If you have a list of matrices, you can apply a dot multiplication to all the matrices by changing the Head
of the list to Dot
. To illustrate this, I'll first define a set of matrices symbolically:
matrixList = With[{numberOfMatrices = 2},
Table[Array[Subsuperscript["M", Row[{#1, #2}], i] &, {2, 2}], {i,
numberOfMatrices}]
]
$\left\{\left( \begin{array}{cc} \text{M}_{11}^1 & \text{M}_{12}^1 \\ \text{M}_{21}^1 & \text{M}_{22}^1 \\ \end{array} \right),\left( \begin{array}{cc} \text{M}_{11}^2 & \text{M}_{12}^2 \\ \text{M}_{21}^2 & \text{M}_{22}^2 \\ \end{array} \right)\right\}$
This contains just two matrices for display reasons, but you can change numberOfMatrices
to anything you like.
Now the answer to your question is just:
Apply[Dot, matrixList]
$\left( \begin{array}{cc} \text{M}_{11}^1 \text{M}_{11}^2+\text{M}_{12}^1 \text{M}_{21}^2 & \text{M}_{11}^1 \text{M}_{12}^2+\text{M}_{12}^1 \text{M}_{22}^2 \\ \text{M}_{11}^2 \text{M}_{21}^1+\text{M}_{21}^2 \text{M}_{22}^1 & \text{M}_{12}^2 \text{M}_{21}^1+\text{M}_{22}^1 \text{M}_{22}^2 \\ \end{array} \right)$
Edit
I noticed that there is a significant speedup over the above method, and also over the equivalent approach using Fold
mentioned by J.M., if I partition the list of matrices beforehand and do the dot products in two steps:
With[{numberOfMatrices = 17},
matrixList1 = RandomReal[{-100, 100}, {numberOfMatrices, 2, 2}];
matrixList =
Table[Array[Subsuperscript["M", Row[{#1, #2}], i] &, {2, 2}], {i,
numberOfMatrices}]];
comparisonRule = Thread[Flatten[matrixList] -> Flatten[matrixList1]];
AbsoluteTiming[res1 = Apply[Dot, matrixList];]
(* ==> {0.060968, Null} *)
AbsoluteTiming[
res2 = Apply[Dot, Dot @@@ Partition[matrixList, UpTo[4]]];]
(* ==> {0.00059, Null} *)
(res1 /. comparisonRule) == (res2 /. comparisonRule)
(* ==> True *)
The speed gain is more dramatic for larger lists of matrices, and one may have to play with the partition size.
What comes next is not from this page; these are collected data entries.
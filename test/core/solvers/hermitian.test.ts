import { describe, expect, it } from 'vitest';
import { newHermitianSolver } from '../../../core/solvers/hermitian';
import { seededNormal } from '../../support/random';

interface Complex {
  re: number;
  im: number;
}

/** A = B Bᴴ of `size` unknowns in units that differ by 1e6, with every product written out. */
function randomMatrix(size: number, rank: number, seed: number): Complex[][] {
  const next = seededNormal(seed);
  const b = Array.from({ length: size }, (_, i) =>
    Array.from({ length: rank }, () => ({ re: next() * 10 ** (i % 7), im: next() * 10 ** (i % 7) })),
  );
  return b.map((row) =>
    b.map((other) =>
      row.reduce(
        (sum, u, k) => ({
          re: sum.re + u.re * other[k].re + u.im * other[k].im,
          im: sum.im + u.im * other[k].re - u.re * other[k].im,
        }),
        { re: 0, im: 0 },
      ),
    ),
  );
}

function solved(matrix: Complex[][], right: Complex[]) {
  const size = right.length;
  const solver = newHermitianSolver(size);
  matrix.forEach((row, i) => {
    row.forEach(({ re, im }, j) => {
      solver.re[i * size + j] = re;
      solver.im[i * size + j] = im;
    });
  });
  solver.rightRe.set(right.map(({ re }) => re));
  solver.rightIm.set(right.map(({ im }) => im));
  const { explained, rank } = solver.solve();
  const h = right.map((_, i) => ({ re: solver.rightRe[i], im: solver.rightIm[i] }));
  return { explained, rank, h };
}

/** A h */
function times(matrix: Complex[][], h: Complex[]): Complex[] {
  return matrix.map((row) =>
    row.reduce(
      (sum, a, k) => ({
        re: sum.re + a.re * h[k].re - a.im * h[k].im,
        im: sum.im + a.re * h[k].im + a.im * h[k].re,
      }),
      { re: 0, im: 0 },
    ),
  );
}

describe('newHermitianSolver', () => {
  it.each([1, 2, 3, 8])('finds what %i unknowns were multiplied from', (size) => {
    const matrix = randomMatrix(size, size + 4, size);
    const next = seededNormal(100 + size);
    const wanted = Array.from({ length: size }, (_, i) => ({
      re: next() / 10 ** (i % 7),
      im: next() / 10 ** (i % 7),
    }));
    const right = times(matrix, wanted);
    const { h, explained, rank } = solved(matrix, right);
    expect(rank).toBe(size);
    wanted.forEach((value, i) => {
      const scale = 10 ** (i % 7);
      expect(scale * h[i].re).toBeCloseTo(scale * value.re, 9);
      expect(scale * h[i].im).toBeCloseTo(scale * value.im, 9);
    });
    const sum = right.reduce((total, b, i) => total + b.re * wanted[i].re + b.im * wanted[i].im, 0);
    expect(explained / sum).toBeCloseTo(1, 9);
  });

  it('leaves out what depends on what came before, and explains as much', () => {
    const matrix = randomMatrix(4, 2, 9);
    const right = times(matrix, [
      { re: 1, im: 0.5 },
      { re: -0.1, im: 0 },
      { re: 0, im: 0 },
      { re: 0, im: 0 },
    ]);
    const { h, rank } = solved(matrix, right);
    expect(rank).toBe(2);
    expect(h[2]).toEqual({ re: 0, im: 0 });
    times(matrix, h).forEach((value, i) => {
      expect(value.re / 10 ** (i % 7)).toBeCloseTo(right[i].re / 10 ** (i % 7), 8);
    });
  });
});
I used the command UpTo
in Partition
to allow the remainder partition to be of variable size.
If you want to test this for larger lists, I suggest omitting the test on the last line because it will be very slow (I already tried to speed it up by using random numbers in place of the symbolic matrix elements).
The original idea was to use ParallelMap
on the partition, but the overhead due to parallelization eats up the speed gain with the tested example.